Either way, the Christmas wrapping session is a holiday tradition. You put the kids to bed, maybe pour yourself a glass of wine and line up the tape, the scissors and the rolls of printed paper.

But where did this ritual come from?

“Have you read “Little Women?” my friend Nancy asks. “The opening chapter is about the girls deciding that they’re giving up their Christmas gifts to help a poor family, and then they decide to use their allowance money to each buy a present for their mother. Somebody gives her a handkerchief, somebody else gives her perfume, and they don’t really wrap them. They tie a rose onto it I think – or some kind of flower.”

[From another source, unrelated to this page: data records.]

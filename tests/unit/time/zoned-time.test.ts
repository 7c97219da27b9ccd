import { describe, expect, it } from 'vitest';
import { formatMoment } from '@/app/_components/format-time';
import { zonedTime } from '@/lib/time/zoned-time';

describe('a time with its zone', () => {
  it.each([
    ['2026-10-25T00:30:10.000Z', 'Europe/Berlin', '25 Oct 2026, 02:30:10 CEST (UTC+02:00, Europe/Berlin)'],
    // The repeated hour of the night when clocks go back is told apart by its offset.
    ['2026-10-25T01:30:10.000Z', 'Europe/Berlin', '25 Oct 2026, 02:30:10 CET (UTC+01:00, Europe/Berlin)'],
    ['2026-01-01T00:00:00.000Z', 'UTC', '1 Jan 2026, 00:00:00 UTC'],
    ['2026-06-30T23:59:59.999Z', 'Asia/Kolkata', '1 Jul 2026, 05:29:59 (UTC+05:30, Asia/Kolkata)'],
    ['2026-01-15T12:00:00.000Z', 'America/St_Johns', '15 Jan 2026, 08:30:00 (UTC-03:30, America/St_Johns)'],
    [
      '2026-01-15T12:00:00.000Z',
      'Pacific/Kiritimati',
      '16 Jan 2026, 02:00:00 (UTC+14:00, Pacific/Kiritimati)',
    ],
    ['2026-12-01T15:38:10.000Z', 'Europe/Lisbon', '1 Dec 2026, 15:38:10 WET (UTC+00:00, Europe/Lisbon)'],
  ])('%s in %s', (instant, zone, expected) => expect(zonedTime(instant, zone)).toBe(expected));

  it('begins as the pages write it', () => {
    const at = new Date('2026-12-01T15:38:00Z');
    const [clock] = formatMoment(at, 'Europe/Lisbon').split(' WET');
    expect(zonedTime(at.toISOString(), 'Europe/Lisbon').startsWith(clock)).toBe(true);
  });
});
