import { Client } from 'pg';
import { afterAll, beforeAll, describe, expect, it } from 'vitest';
import { freshDatabase, type FreshDatabase } from '@/tests/support/database';
import { makeHouse, type House } from '@/tests/support/make-house';

/** Written once: no path of the product changes these, whatever role it has. */
const frozen = [
  'audit_entries',
  'derivatives',
  'findings',
  'gate_plans',
  'locks',
  'meshes',
  'packs',
  'recipes',
  'releases',
  'reports',
  'signatures',
  'studio_entries',
  'waivers',
];

let database: FreshDatabase;
let house: House;
let app: Client;
let owner: Client;

beforeAll(async () => {
  database = await freshDatabase();
  house = await makeHouse(database);
  app = new Client({ connectionString: database.appUrl });
  owner = new Client({ connectionString: database.ownerUrl });
  await Promise.all([app.connect(), owner.connect()]);
  // The application's scope, for the whole connection, so that rows are visible and only the guards refuse.
  await app.query(`select set_config('app.person', $1, false), set_config('app.workspace', $2, false)`, [
    house.people.lead.person.id,
    house.workspace.id,
  ]);
});
afterAll(() => Promise.all([app?.end(), owner?.end()]));

const refused = async (client: Client, statement: string) => {
  try {
    await client.query(statement);
    return 'done';
  } catch (error) {
    return (error as { code?: string }).code;
  }
};
const firstColumn = async (table: string) =>
  (
    await database.query<{ name: string }>(
      `select attname as name from pg_attribute where attrelid = $1::regclass and attnum = 1`,
      [table],
    )
  ).rows[0].name;

describe('frozen tables', () => {
  it('are all of them guarded by row and by statement', async () => {
    const { rows } = await database.query<{ name: string }>(
      `select c.relname as name from pg_trigger t join pg_class c on c.oid = t.tgrelid
       where t.tgname in ('frozen_row', 'frozen_all') and t.tgenabled = 'O' group by c.relname having count(*) = 2`,
    );
    expect(rows.map((row) => row.name).sort()).toEqual(frozen);
  });

  it.each(frozen)('%s: the application has no right to change, delete or empty it', async (table) => {
    const column = await firstColumn(table);
    expect(await refused(app, `update ${table} set ${column} = ${column}`)).toBe('42501');
    expect(await refused(app, `delete from ${table}`)).toBe('42501');
    expect(await refused(app, `truncate ${table} cascade`)).toBe('42501');
  });

  it.each(frozen)('%s: its owner cannot empty it', async (table) => {
    expect(await refused(owner, `truncate ${table} cascade`)).toBe('23001');
  });

  it.each(['audit_entries', 'gate_plans', 'studio_entries'])(
    '%s: a row that stands is refused even to a superuser’s update and delete',
    async (table) => {
      const column = await firstColumn(table);
      const { rows } = await database.query<{ n: number }>(`select count(*)::int as n from ${table}`);
      expect(rows[0].n).toBeGreaterThan(0);
      await expect(database.query(`update ${table} set ${column} = ${column}`)).rejects.toMatchObject({
        code: '23001',
      });
      await expect(database.query(`delete from ${table}`)).rejects.toMatchObject({ code: '23001' });
    },
  );

  it('the row guard stands on every frozen table for update and delete, before the row', async () => {
    const { rows } = await database.query<{ name: string; definition: string }>(
      `select c.relname as name, pg_get_triggerdef(t.oid) as definition from pg_trigger t
       join pg_class c on c.oid = t.tgrelid where t.tgname = 'frozen_row' order by 1`,
    );
    for (const { definition } of rows)
      expect(definition).toMatch(/BEFORE (DELETE OR UPDATE|UPDATE OR DELETE)/);
    expect(rows.map((row) => row.name)).toEqual(frozen);
  });
});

Turns out, wrapping presents – especially in paper printed with holiday scenes – is a relatively new thing.

In the early 20th century, “there was plain paper. So there may have been solid white, solid red, green that a package could have been wrapped in,” says Sharman Roberts, the archivist and historian for Hallmark.

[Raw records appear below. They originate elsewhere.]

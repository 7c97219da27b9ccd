/** A cell as it is printed: its words, and the ends and middle of the range that it gives. */
export interface Cell {
  text: string;
  range: [number, number];
  middle: number;
}

/** Rows of a table written with bars, its first line the names of its columns: `95–100`, `-10 to 0` or `127`. */
export function readTable(text: string): Record<string, Cell>[] {
  const [names, ...rows] = text
    .trim()
    .split('\n')
    .map((line) => line.split('|').map((cell) => cell.trim()));
  return rows.map((row) => Object.fromEntries(row.map((cell, column) => [names[column], readCell(cell)])));
}

function readCell(text: string): Cell {
  const ends = text.split(/–| to /).map(Number);
  const range: [number, number] = [ends[0], ends[ends.length - 1]];
  return { text, range, middle: (range[0] + range[1]) / 2 };
}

An accident of sorts changed things, she says. 

In 1917, J.C. and Rollie Hall – the guys who would go on to found Hallmark – had a stationary shop in downtown Kansas City. They sold out of the plain wrapping paper, so Rollie went back to the warehouse for more. Instead, he brought back sheets of fancy French paper.

“They were printed in bold colors, lots of patterns, very stylized, and we used them for envelope liners at that time,” Roberts says.

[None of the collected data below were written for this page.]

describe('uploads', () => {
  it('fix size and parts at the start, and remember the parts that the store has', async () => {
    const templateId = await newTemplate(designer);
    const bytes = 12_000_000;
    const upload = await startUpload(designer, templateId, { fileName: 'big.stl', bytes });
    expect(upload).toMatchObject({ state: 'sending', partBytes: 5_242_880, partCount: 3, partsDone: [] });
    const { parts } = await presignParts(designer, upload.id, { parts: [3, 1, 1] });
    expect(parts.map(({ number, bytes: length }) => [number, length])).toEqual([
      [3, bytes - 2 * 5_242_880],
      [1, 5_242_880],
    ]);
    await refused(() => presignParts(designer, upload.id, { parts: [1, 4] }), {
      code: 'invalid',
      errors: [{ pointer: '/parts/1' }],
    });
    await markPartDone(designer, upload.id, { number: 3, etag: 'c' });
    await markPartDone(designer, upload.id, { number: 1, etag: 'a' });
    await markPartDone(designer, upload.id, { number: 1, etag: 'b' });
    expect((await viewUpload(designer, upload.id)).partsDone).toEqual([1, 3]);
    await refused(() => completeUpload(designer, upload.id), {
      reason: 'parts-missing',
      message: expect.stringContaining('1 of 3 parts are missing'),
    });
    await refused(() => markPartDone(designer, upload.id, { number: 4, etag: 'x' }), { code: 'invalid' });
  });

  it('belong to whoever began them', async () => {
    const templateId = await newTemplate(designer);
    const upload = await startUpload(designer, templateId, { fileName: 'a.stl', bytes: 100 });
    for (const run of [
      () => presignParts(lead, upload.id, { parts: [1] }),
      () => markPartDone(lead, upload.id, { number: 1, etag: 'x' }),
      () => completeUpload(lead, upload.id),
      () => cancelUpload(lead, upload.id),
    ])
      await refused(run, { code: 'forbidden', reason: 'not-your-upload' });
  });

  it('are read by one job, however often they are completed', async () => {
    const templateId = await newTemplate(designer);
    const bytes = blockStl(7);
    const upload = await startUpload(designer, templateId, { fileName: 'a.stl', bytes: bytes.length });
    const { parts } = await presignParts(designer, upload.id, { parts: [1] });
    const sent = await fetch(parts[0].url, { method: 'PUT', body: Buffer.from(bytes) });
    await markPartDone(designer, upload.id, { number: 1, etag: sent.headers.get('etag') });
    const answers = await Promise.all([1, 2, 3].map(() => completeUpload(designer, upload.id)));
    expect(answers.map(({ state }) => state)).toEqual(['reading', 'reading', 'reading']);
    const { rows } = await database.query('select kind from jobs where subject_id = $1', [upload.id]);
    expect(rows).toEqual([{ kind: 'read-upload' }]);
    const { rows: queued } = await database.query(
      "select 1 from pgboss.job where name = 'read-upload' and data->>'workspaceId' = $1",
      [house.workspace.id],
    );
    expect(queued.length).toBeGreaterThan(0);
    await refused(() => presignParts(designer, upload.id, { parts: [1] }), { reason: 'upload-not-sending' });
  });

  it('are refused when the store has another length than was announced', async () => {
    const templateId = await newTemplate(designer);
    const upload = await startUpload(designer, templateId, { fileName: 'a.stl', bytes: 684 });
    const { parts } = await presignParts(designer, upload.id, { parts: [1] });
    const sent = await fetch(parts[0].url, { method: 'PUT', body: Buffer.from(blockStl()) });
    await markPartDone(designer, upload.id, { number: 1, etag: sent.headers.get('etag') });
    await database.query('update uploads set bytes = 700 where id = $1', [upload.id]);
    const answer = await completeUpload(designer, upload.id);
    expect(answer).toMatchObject({ state: 'refused', refusal: { code: 'length' } });
    expect(answer.refusal?.message).toBe(
      'The store received 684 bytes, but the file was announced with 700. Send it again.',
    );
  });

  it('can be given up', async () => {
    const templateId = await newTemplate(designer);
    const upload = await startUpload(designer, templateId, { fileName: 'a.stl', bytes: 100 });
    expect((await cancelUpload(designer, upload.id)).state).toBe('cancelled');
    expect((await cancelUpload(designer, upload.id)).state).toBe('cancelled');
    await refused(() => completeUpload(designer, upload.id), { reason: 'upload-not-sending' });
    const ready = await sendMesh(designer, templateId);
    expect((await cancelUpload(designer, ready)).state).toBe('ready');
  });

  it('that came to their end are let be, whoever gives them up', async () => {
    const templateId = await newTemplate(designer);
    const ready = await sendMesh(designer, templateId);
    const before = await fingerprint(database, house.workspace.id);
    expect((await cancelUpload(lead, ready)).state).toBe('ready');
    expect(await fingerprint(database, house.workspace.id)).toBe(before);
    for (const state of ['refused', 'cancelled']) {
      const upload = await startUpload(designer, templateId, { fileName: 'a.stl', bytes: 100 });
      await database.query('update uploads set state = $2 where id = $1', [upload.id, state]);
      const then = await fingerprint(database, house.workspace.id);
      expect((await cancelUpload(lead, upload.id)).state).toBe(state);
      expect(await fingerprint(database, house.workspace.id)).toBe(then);
    }
  });

  it('keep when the file was last written, where it is known', async () => {
    const templateId = await newTemplate(designer);
    const lastModified = 1_790_000_000_123;
    const known = await startUpload(designer, templateId, { fileName: 'a.stl', bytes: 100, lastModified });
    expect((await viewUpload(designer, known.id)).lastModified).toBe(lastModified);
    const unknown = await startUpload(designer, templateId, { fileName: 'a.stl', bytes: 100 });
    expect((await viewUpload(designer, unknown.id)).lastModified).toBeNull();
  });

  it('that were begun and left stop new ones for a day only', async () => {
    const templateId = await newTemplate(lead);
    const start = () => startUpload(lead, templateId, { fileName: 'a.stl', bytes: 100 });
    const first = await start();
    for (let begun = 1; begun < 20; begun++) await start();
    await refused(start, { code: 'limit_exceeded', reason: 'too-many-uploads' });
    await database.query("update uploads set created_at = now() - interval '25 hours' where id = $1", [
      first.id,
    ]);
    const second = await start();
    await refused(start, { reason: 'too-many-uploads' });
    await database.query("update uploads set state = 'reading' where id = $1", [second.id]);
    expect((await start()).state).toBe('sending');
  });

  it('forget their parts when the store has other ones, and can be sent again', async () => {
    const templateId = await newTemplate(designer);
    const bytes = blockStl(11);
    const upload = await startUpload(designer, templateId, { fileName: 'a.stl', bytes: bytes.length });
    const send = async () => {
      const { parts } = await presignParts(designer, upload.id, { parts: [1] });
      const sent = await fetch(parts[0].url, { method: 'PUT', body: Buffer.from(bytes) });
      return sent.headers.get('etag');
    };
    await send();
    await markPartDone(designer, upload.id, { number: 1, etag: '"00000000000000000000000000000000"' });
    await expect(completeUpload(designer, upload.id)).rejects.toMatchObject({
      code: 'conflict',
      reason: 'parts-missing',
      message: expect.stringContaining('Send them again'),
    });
    expect(await viewUpload(designer, upload.id)).toMatchObject({ state: 'sending', partsDone: [] });
    await markPartDone(designer, upload.id, { number: 1, etag: await send() });
    expect((await completeUpload(designer, upload.id)).state).toBe('reading');
  });

  it('are refused in words when the store has cleared them away', async () => {
    const templateId = await newTemplate(designer);
    const upload = await startUpload(designer, templateId, { fileName: 'a.stl', bytes: 684 });
    await markPartDone(designer, upload.id, { number: 1, etag: '"00000000000000000000000000000000"' });
    const { rows } = await database.query('select store_key, multipart_id from uploads where id = $1', [
      upload.id,
    ]);
    await store().abortMultipart(rows[0].store_key, rows[0].multipart_id);
    const answer = await completeUpload(designer, upload.id);
    expect(answer).toMatchObject({ state: 'refused', refusal: { code: 'lost' } });
    expect(answer.refusal?.message).toContain('Send it again.');
    const [entry] = await entries(database, house.workspace.id, 1);
    expect(entry).toMatchObject({ action: 'upload.refused', subject_id: upload.id });
  });

  it.each([
    [{ fileName: 'a.stl', bytes: 0 }, '/bytes'],
    [{ fileName: 'a.stl', bytes: 500_000_001 }, '/bytes'],
    [{ fileName: '', bytes: 10 }, '/fileName'],
    [{ fileName: 'a.stl', bytes: 10, unit: 'parsec' }, '/unit'],
  ])('refuse %j', async (input, pointer) => {
    const templateId = await newTemplate(designer);
    await refused(() => startUpload(designer, templateId, input), { code: 'invalid', errors: [{ pointer }] });
  });

  it('are read again in another unit without being sent again', async () => {
    const templateId = await newTemplate(designer);
    const uploadId = await sendMesh(designer, templateId);
    const before = await viewUpload(designer, uploadId);
    const reading = await readUploadAgain(designer, uploadId, { unit: 'in' });
    expect(reading).toMatchObject({ state: 'reading', unit: 'in', mesh: null });
    expect(await readUploadAgain(lead, uploadId, { unit: 'in' })).toMatchObject({ state: 'reading' });
    const [entry] = await entries(database, house.workspace.id, 1);
    expect(entry).toMatchObject({ action: 'upload.read-again', subject_id: uploadId });
    const job = await takeJob(designer.workspace.id, 'read-upload', uploadId);
    await acceptUpload(job.ctx, job.fence, uploadId, {
      sha256: before.mesh!.sha256,
      bytes: before.bytes,
      format: 'stl-binary',
      unit: 'in',
      triangles: 12,
      boundsMm: { min: [-762, -762, 0], max: [762, 762, 508] },
    });
    const after = await viewUpload(designer, uploadId);
    expect(after).toMatchObject({ state: 'ready', mesh: { unit: 'in', sha256: before.mesh!.sha256 } });
    expect(after.mesh!.id).not.toBe(before.mesh!.id);
  });

  it('are read again when only their size in the unit given was out of range', async () => {
    const templateId = await newTemplate(designer);
    const uploadId = await sendMesh(designer, templateId);
    const refuseAs = async (code: string, unit: string) => {
      await readUploadAgain(designer, uploadId, { unit });
      const job = await takeJob(designer.workspace.id, 'read-upload', uploadId);
      await refuseUpload(job.ctx, job.fence, uploadId, { code, message: 'It is out of range.', reasons: [] });
    };
    await refuseAs('out_of_range', 'm');
    const again = await readUploadAgain(designer, uploadId, { unit: 'cm' });
    expect(again).toMatchObject({ state: 'reading', unit: 'cm', refusal: null });
    const job = await takeJob(designer.workspace.id, 'read-upload', uploadId);
    await refuseUpload(job.ctx, job.fence, uploadId, { code: 'truncated', message: 'Cut off.', reasons: [] });
    await refused(() => readUploadAgain(designer, uploadId, { unit: 'mm' }), { reason: 'upload-not-ready' });
  });

  it('are not read in another unit before they were read once, or where the file names its own', async () => {
    const templateId = await newTemplate(designer);
    const sending = await startUpload(designer, templateId, { fileName: 'a.stl', bytes: 684 });
    await refused(() => readUploadAgain(designer, sending.id, { unit: 'cm' }), {
      reason: 'upload-not-ready',
    });
    await refused(() => readUploadAgain(designer, sending.id, { unit: 'ell' }), {
      code: 'invalid',
      errors: [{ pointer: '/unit' }],
    });
    const uploadId = await sendMesh(designer, templateId);
    await readUploadAgain(designer, uploadId, { unit: 'cm' });
    const job = await takeJob(designer.workspace.id, 'read-upload', uploadId);
    await acceptUpload(job.ctx, job.fence, uploadId, {
      sha256: 'ab'.repeat(32),
      bytes: 684,
      format: '3mf',
      unit: 'mm',
      triangles: 12,
      boundsMm: { min: [0, 0, 0], max: [1, 1, 1] },
    });
    await refused(() => readUploadAgain(designer, uploadId, { unit: 'm' }), { reason: 'own-unit' });
  });

  it('say why a file cannot be used, and the draft stays', async () => {
    const templateId = await newTemplate(designer);
    const uploadId = await sendMesh(designer, templateId);
    await database.query("update uploads set state = 'reading', mesh_id = null where id = $1", [uploadId]);
    await database.query("update jobs set state = 'queued' where subject_id = $1", [uploadId]);
    const { version } = await openDraft(designer, templateId);
    const saved = await saveDraft(designer, templateId, { uploadId, recipe: {}, note: 'x', version });
    const job = await takeJob(house.workspace.id, 'read-upload', uploadId);
    await refuseUpload(job.ctx, job.fence, uploadId, {
      code: 'truncated',
      message: 'The file ends in the middle.',
      reasons: ['12 triangles announced, 3 there'],
    });
    const draft = await openDraft(designer, templateId);
    expect(draft.upload).toMatchObject({ state: 'refused', refusal: { code: 'truncated' }, mesh: null });
    await refused(() => postRevision(designer, templateId, { version: saved.version }), {
      reason: 'file-not-ready',
      message: 'The file was refused. Send another one.',
    });
  });
});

The papers flew off the shelves, and, boom: an industry was born.

By the 1920s Hallmark was printing its own wrapping paper. Today, the gift-wrap industry is worth more than $3 billion.

And for some people, the annual opportunity to wrap stacks of presents is no chore.

It is a privilege.

I made a gift-wrapping date with my friends Laura Weber Davis and Nancy Kaffer. Davis is a producer for Detroit Public Radio, and Kaffer is a columnist for the Detroit Free Press. They – we – are women who make our living writing and talking about Serious Things.

And gift wrapping is serious business.

“I come from a family of gift-wrappers,” Laura says. “My grandfather was a [World War II] engineer and carried his military precision on to wrapping.”

There are rules to wrapping.

No. 1: No gift bags.

“Everyone who’s really obsessed with wrapping presents knows gift bags are a shoddy substitute. They’re the poor man’s gift-wrap package,” Nancy says.

Another rule: No shiny tape.

“I’m also weird about not using more paper than I need to,” Laura says as she demonstrates her measuring and cutting skills, honed during three years she spent working the gift-wrap counter at a department store. Nancy and I are a little jealous.

Nancy tries her hand at a rather elaborate trick, using an X-acto knife to slice a star out of a piece of paper that will go over a contrasting paper, concealing a box of Lego Friends.

We talk about the right balance of papers under the tree, the beauty of a perfectly offset bow, and the fact that the care we put into these packages is worth the time an effort, even when our handiwork is ripped to shreds by some kid.

It’s a little bit like the Tao,” says Nancy. ”It’s the way and the goal.”